Итак, Песня качался на стуле, таращил глаза с поволокой после гульбы и разыгрывал из себя бывалого. Его случайно задержали постовые при продаже телефона на Андреевском рынке. Телефон был модный — с АОНом, с дисплея которого, правда, все цифры исчезали тотчас после снятия трубки. Артур про АОНы слышал, но видел такой аппарат в руках впервые. Он повертел телефон и хмыкнул:
— «Какой я был тогда дурак — надел ворованный пиджак»… Так, Песня?!
— Командир… — проникновенно обратился к Тульскому воришка, прижимая руки к груди, дабы подчеркнуть свою искренность.
— Командиры все в «Крестах», — обрезал его хмуро Артур.
— Начальник! — опомнился Песня, но снова не угадал:
— Начальники на зоне.
Воришка неуверенно ухмыльнулся:
— Так и что?.. По фамилии, что ли?
— Фамилии в картотеках…
Песня развел руками:
— Тогда сдаюсь.
Тульский наклонился к нему через стол:
— Я есть самый главный оперуполномоченный на данный отрезок твоей жизни — фирштейн?
— Яволь!
— Так откуда, говоришь, аппаратик?
У жулика забегали глазки:
— Позавчерась… у Верки с 5-й линии… ну, ты знаешь… бухали, так я за добавкой побежал и в кустах нашел.
Артур откинулся на спинку стула и лениво спросил:
— А че побежал-то… шестеришь?
— При чем тут!.. — возмущенно вскинулся Песня, но Тульский ударил ладонью по столу:
— А при том! Кто еще был из жуликов?
— А я упомню?!
— Сейчас по ебалу получишь — для проверки памяти!
— Да какая разница?!
— А такая!!! Ну-ка, сядь, как положено! Чего жопой вихляешь? Что ты строишь из себя?! Блаткомитет кончился!!! Неувязочка: телефон ушел из магазина сегодня ночью — и с товаром, между прочим — на кругленькую сумму… Сейчас поеду к Верке остальное выгребать! Или не у нее был?!
— Да не помню я!
Артур выскочил из-за стола и сел на него же напротив задержанного:
— Что-что?
— Не скажу я! — решительно и хмуро тряхнул головой Песня.
Тульский засопел:
— Ой-ей-ей… Вы хочете песен — их есть у меня! Руки в гору!!!

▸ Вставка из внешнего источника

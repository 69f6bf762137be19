#pragma once

#include <string>
#include <string_view>

#include "rainledger/base/diagnostic.hpp"

// The two streams to the user: results on standard output, everything else on standard error.
namespace rainledger {

/// Makes the three standard descriptors usable even if the caller closed them, so that no output
/// file takes their number.
void keep_standard_descriptors();

/// Writes to standard output, a reader that has gone away being no failure. False with `problem` if
/// the text could not be written (disk full, say).
[[nodiscard]] bool write_results(std::string_view text, std::string& problem);

/// Standard error, with what the user asked of it.
class Messages {
public:
    /// Quiet messages leave out warnings and notes, never errors. Colour is used only on a
    /// terminal, and not with NO_COLOR or TERM=dumb.
    explicit Messages(bool quiet);

    void error(std::string_view text) const;  ///< "rainledger: TEXT"
    void note(std::string_view text) const;   ///< "rainledger: note: TEXT"

    /// Every warning and the first fifty errors.
    void show(const Diagnostics& diagnostics) const;

private:
    void print(std::string_view text) const;

    bool quiet_;
    bool colour_;
};

/// The two lines after a wrong command line: what is wrong, and where the help is.
void print_wrong_usage(std::string_view command, std::string_view problem);

}  // namespace rainledger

Артур вытащил наручники, завел руки воришки назад и защелкнул браслеты.
— Полегчало?
— Знакомые ощущения…
— Что навевают?
— ДОПР не тюрьма — не горюй, товарищ… Телефон-то не рабочий… За что побрал, начальник, отпусти!

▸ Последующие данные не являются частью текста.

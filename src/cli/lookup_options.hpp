#pragma once

#include <array>
#include <optional>
#include <span>
#include <string>
#include <string_view>
#include <vector>

#include "cli/arguments.hpp"
#include "cli/run_files.hpp"
#include "rainledger/report/lookup_topics.hpp"

namespace rainledger {

inline constexpr std::array kLookupOptions{
    OptionRow{"condition", "WORD", "cover: hydrologic condition good, fair or poor"},
    OptionRow{"treatment", "NAME", "cover: of cultivated land, such as contoured"},
    OptionRow{"soil-group", "GROUP", "cover: A, B, C, D, or A/D, B/D, C/D; picks the number"},
    OptionRow{"impervious", "SHARE", "cover: composite number of an area so impervious ('25 %')"},
    OptionRow{"connected", "SHARE", "cover: share of the impervious part that drains directly"},
    OptionRow{"saturation", "SHARE",
              "soil, texture: effective saturation before the storm ('40 %'),\n"
              "which fills in the moisture deficit"},
    OptionRow{"sand", "PERCENT", "texture: sand by weight, such as 42"},
    OptionRow{"clay", "PERCENT", "texture: clay by weight; silt is the rest"},
    OptionRow{"organic", "PERCENT", "texture: organic matter by weight (2.5 unless given)"},
    OptionRow{"porosity", "SHARE", "texture: total porosity (the mean of the class unless given)"},
    OptionRow{"conductivity", "RATE", "soil-group: saturated, of the layer that transmits least"},
    OptionRow{"impermeable-layer", "DEPTH", "soil-group: depth down to one ('1.2 m')"},
    OptionRow{"water-table", "DEPTH", "soil-group: depth of its highest level in a year"},
    OptionRow{"slope", "SHARE", "storage: depression storage of pavement so steep ('2 %')"},
    OptionRow{"rain", "DEPTH", "interception: depth of the storm ('30 mm')"},
    OptionRow{"height", "DEPTH", "interception: height of a crop ('1.2 m')"},
    OptionRow{"json", "FILE",
              "the same for programs (mm, mm/h, 1/h); '-' writes it to standard\n"
              "output in place of the text"},
    OptionRow{"units", "mm|in", "units of the text: mm and mm/h (the default), or in and in/h"},
    OptionRow{"quiet", "", "no notes on standard error"},
};

/// A topic: how it is called, and who answers.
struct LookupTopic {
    std::string_view name;
    std::string_view takes;  ///< "[NAME]", "CN"
    std::string_view text;
    std::string_view options;  ///< names of those that go with it, a blank between
    LookupAnswer (*look_up)(const LookupAsked&);
};

inline constexpr std::array kLookupTopics{
    LookupTopic{"soil", "[NAME]", "Green-Ampt parameters and soil water by texture class",
                "saturation", look_up_soil},
    LookupTopic{"texture", "", "class and parameters from sand, clay and organic matter",
                "sand clay organic porosity saturation", look_up_texture},
    LookupTopic{"cover", "[NAME]", "curve numbers by cover, condition and soil group; composites",
                "condition treatment soil-group impervious connected", look_up_cover},
    LookupTopic{"soil-group", "[TEXTURE]", "hydrologic soil group from conductivity and depths",
                "conductivity impermeable-layer water-table", look_up_soil_group},
    LookupTopic{"antecedent", "[NUMBER]", "a curve number in antecedent conditions I and III", "",
                look_up_antecedent},
    LookupTopic{"horton", "[NAME]", "Horton's parameters by soil and cover", "", look_up_horton},
    LookupTopic{"storage", "[NAME]", "depression storage and surface retention", "slope",
                look_up_storage},
    LookupTopic{"interception", "[NAME]", "interception by plants, in a storm of a depth",
                "rain height", look_up_interception},
    LookupTopic{"steady-rate", "[NAME]", "typical steady infiltration rates, to judge a test by",
                "", look_up_steady_rate},
};

/// What `rainledger lookup` was asked to do.
struct LookupOptions {
    const LookupTopic* topic = nullptr;  ///< null asks for the list of topics
    LookupAsked asked;
    std::optional<std::string> json;  ///< path; "-" for standard output
    bool quiet = false;

    /// The files to write.
    [[nodiscard]] std::vector<Output> outputs() const;
};

/// Reads the words after `lookup`. Nothing with `problem`, one line, when they are wrong.
[[nodiscard]] std::optional<LookupOptions> read_lookup_options(std::span<const std::string> given,
                                                               std::string& problem);

/// The topics, a line each.
[[nodiscard]] std::string topic_lines();

}  // namespace rainledger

— Не рабочий, говоришь, — хмыкнул Тульский. — Нет проблем! Проводим следственный эксперимент?
Артур начал возиться, подключая аппарат к телефонному разъему и электрической розетке, и Песня задергался:
— Да какая разница — работает-не работает! В этот самый момент аппарат издал странный зуммер.

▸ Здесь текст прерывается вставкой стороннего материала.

#include "cli/losses_command.hpp"

#include <algorithm>
#include <cstddef>
#include <filesystem>
#include <string>
#include <utility>
#include <vector>

#include "cli/output_files.hpp"
#include "cli/same_file.hpp"
#include "cli/terminal.hpp"
#include "rainledger/ledger/ledger.hpp"
#include "rainledger/report/json.hpp"
#include "rainledger/report/ledger_csv.hpp"
#include "rainledger/report/summary.hpp"
#include "rainledger/scenario/scenario.hpp"
#include "rainledger/scenario/warnings.hpp"

namespace rainledger {
namespace {

constexpr double kMostReportingSteps = 1.0e7;  // a slip in --every, not a wish

bool is_error(const Diagnostic& diagnostic) {
    return diagnostic.severity == Severity::error;
}

/// "3 errors in FILE" where one file holds them all, else "3 errors".
std::string error_count_text(const Diagnostics& diagnostics) {
    const auto& list = diagnostics.list();
    const auto first = std::ranges::find_if(list, is_error);
    const std::size_t count = diagnostics.error_count();
    std::string out = std::to_string(count) + (count == 1 ? " error" : " errors");
    const bool one_file = std::ranges::all_of(list, [&](const Diagnostic& diagnostic) {
        return !is_error(diagnostic) || diagnostic.place.file == first->place.file;
    });
    if (one_file) out += " in " + first->place.file;
    return out;
}

/// Ends a run whose input is wrong; an unreadable file counts less than a wrong one.
ExitStatus refuse(const Messages& messages, const Diagnostics& diagnostics) {
    messages.show(diagnostics);
    messages.error(error_count_text(diagnostics) + "; nothing was computed");
    const bool any_wrong =
        std::ranges::any_of(diagnostics.list(), [](const Diagnostic& diagnostic) {
            return is_error(diagnostic) && diagnostic.trouble == Trouble::input;
        });
    return any_wrong ? ExitStatus::wrong_input : ExitStatus::file_trouble;
}

/// The rain files of a scenario, found as the scenario's reader finds them.
std::vector<std::string> rain_files(const Scenario& scenario, const std::string& path) {
    const std::filesystem::path folder = std::filesystem::path(path).parent_path();
    std::vector<std::string> files;
    for (const Storm& storm : scenario.storms)
        if (!storm.file.empty()) files.push_back((folder / storm.file).string());
    return files;
}

/// What only the scenario shows to be wrong with the command line; empty when nothing is.
std::string late_problem(const LossesOptions& options, const Scenario& scenario) {
    const std::vector<std::string> inputs = rain_files(scenario, options.scenario);
    for (const std::string& output : options.output_paths())
        for (const std::string& input : inputs)
            if (is_same_file(output, input))
                return "'" + output + "' is the scenario's rain; name another file to write";
    for (const Storm& storm : scenario.storms) {
        const auto& edges_h = storm.rain.edges_h;
        if (options.every_h &&
            edges_h.back() - edges_h.front() > kMostReportingSteps * *options.every_h)
            return "--every: that step would cut a storm into more than 10 million";
    }
    return {};
}

std::string located(const Place& place, const std::string& message) {
    if (place.line == 0) return place.file + ": " + message;
    return place.file + ":" + std::to_string(place.line) + ":" + std::to_string(place.column) +
           ": " + message;
}

struct Results {
    std::vector<SiteLedger> ledgers;    // one per storm
    std::vector<std::string> warnings;  // as the JSON lists them
};

Results keep_ledgers(const Scenario& scenario, Diagnostics& diagnostics) {
    Results results;
    for (const Storm& storm : scenario.storms) {
        results.ledgers.push_back(keep_ledger(scenario.site, storm.rain));
        report_unmatched(scenario, storm, results.ledgers.back(), diagnostics);
    }
    return results;
}

/// Prints every warning and collects it for the JSON.
void warn(const LossesOptions& options, const Messages& messages, const Scenario& scenario,
          Diagnostics& diagnostics, Results& results) {
    for (std::size_t i = 0; i < scenario.storms.size(); ++i)
        warn_of_results(scenario, scenario.storms[i], results.ledgers[i], diagnostics);
    messages.show(diagnostics);
    for (const Diagnostic& diagnostic : diagnostics.list())
        results.warnings.push_back(located(diagnostic.place, diagnostic.message));
    if (options.every_h && !options.ledger)
        messages.note("--every shapes the ledger file alone; --ledger FILE.csv writes one");
}

std::string ledger_text(const LossesOptions& options, const Scenario& scenario,
                        const Results& results) {
    const bool with_start = has_start_column(scenario);
    std::string out;
    append_ledger_header(out, with_start);
    for (std::size_t i = 0; i < scenario.storms.size(); ++i) {
        const Storm& storm = scenario.storms[i];
        if (options.every_h)
            append_ledger_rows(
                out, scenario.site, storm,
                report_every(scenario.site, storm.rain, *options.every_h, results.ledgers[i]),
                with_start);
        else
            append_ledger_rows(out, scenario.site, storm, results.ledgers[i], with_start);
    }
    return out;
}

/// Writes every file in the order of options.output_paths(), then standard output, then gives the
/// files their names.
bool write_all(const LossesOptions& options, const Scenario& scenario, const Results& results,
               OutputFiles& files, std::string& problem) {
    if (options.ledger && !files.write_next(ledger_text(options, scenario, results), problem))
        return false;
    std::string json;
    if (options.json) json = results_json(scenario, results.ledgers, results.warnings);
    if (options.json && !options.json_on_stdout() && !files.write_next(json, problem)) return false;
    const std::string shown = options.json_on_stdout()
                                  ? std::move(json)
                                  : summary(scenario, results.ledgers, {options.units});
    if (!write_results(shown, problem)) {
        problem.insert(0, "standard output: ");
        return false;
    }
    return files.commit(problem);
}

}  // namespace

ExitStatus run_losses(const LossesOptions& options) {
    const Messages messages(options.quiet);
    Diagnostics diagnostics;
    const std::optional<Scenario> scenario = read_scenario(options.scenario, diagnostics);
    if (!scenario) return refuse(messages, diagnostics);
    if (const std::string problem = late_problem(options, *scenario); !problem.empty()) {
        print_wrong_usage("losses", problem);
        return ExitStatus::wrong_usage;
    }

    std::string problem;
    OutputFiles files;
    const bool opened = std::ranges::all_of(
        options.output_paths(), [&](const std::string& path) { return files.open(path, problem); });
    // Marched even where an output cannot be written: an input error that only the march can tell
    // comes first.
    Results results = keep_ledgers(*scenario, diagnostics);
    if (diagnostics.has_errors()) return refuse(messages, diagnostics);
    if (!opened) {
        messages.error("cannot write " + problem);
        return ExitStatus::file_trouble;
    }
    warn(options, messages, *scenario, diagnostics, results);
    if (!write_all(options, *scenario, results, files, problem)) {
        messages.error("cannot write " + problem);
        return ExitStatus::file_trouble;
    }
    return ExitStatus::done;
}

}  // namespace rainledger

— Во! — обрадовался опер, снимая трубку. — А ты мне мычал… Слушаю, контр-адмирал Тульский, докладывайте кратко!
После короткого молчания в трубке раздался вкрадчивый голос:
— Как самочувствие, Тульский?
— Нормально, — нетерпеливо отозвался Артур. — С кем говорю?
— С ужасом своим… Как Токаревы поживают? Не дует ли в камере?
Тульский остолбенел, но только на секунду — в следующее мгновение, его словно подбросило:
— Ах ты, уебок! Кто ты? Назовись, мразь! Я приду к тебе в гости и все расскажу. Все-все. И отсосать дам!!! Назовись!
В трубке зашелестел смешок:
— Ты и на радио выступал, обещался ко мне в гости зайти… Да боюсь — не судьба тебе… Я сам к тебе приду. Потом. Когда не лень будет. Ухо тебе надрежу, так — для смеха…
Артура всего колотило, у него тряслась рука, которой он сжимал телефонную трубку:
— Ты, выблядок! Ты у меня во всем чистосердечно… Слышишь? Я тебя кастрирую, чтобы ты…
Невидимка мягко, можно даже сказать, интеллигентно, перебил его:
— Ну, пока-то в евнухах ты, вместе с уркой своим милицейским… Кстати — и вора твоего… как его — Варшава, кажется… Огорчат скоро. Ссученный он — такое есть мнение… А до меня ты никогда не доберешься. Ты рыбы больше ешь. Говорят — для мозгов полезно. Многие верят. Гуд бай. Жди меня всегда…
Мембрана запиликала короткими гудками, и Тульский, весь в испарине, жахнул трубкой об аппарат, едва не разбив его:
— А-а-а-!!! Пидорюга неотъебанный!!!!
Дикий взгляд Артура натолкнулся на притихшего Песню:
— Чего зыришь?! Глаз выпью!!!
Воришка дернулся, будучи жестко схваченным за грудки, но успел просипеть:
— Гражданин опер Тульский! Можно совет?
— Ну?!
— Так ведь — АОН же сработал?
— И? — не соображая замотал головой Артур.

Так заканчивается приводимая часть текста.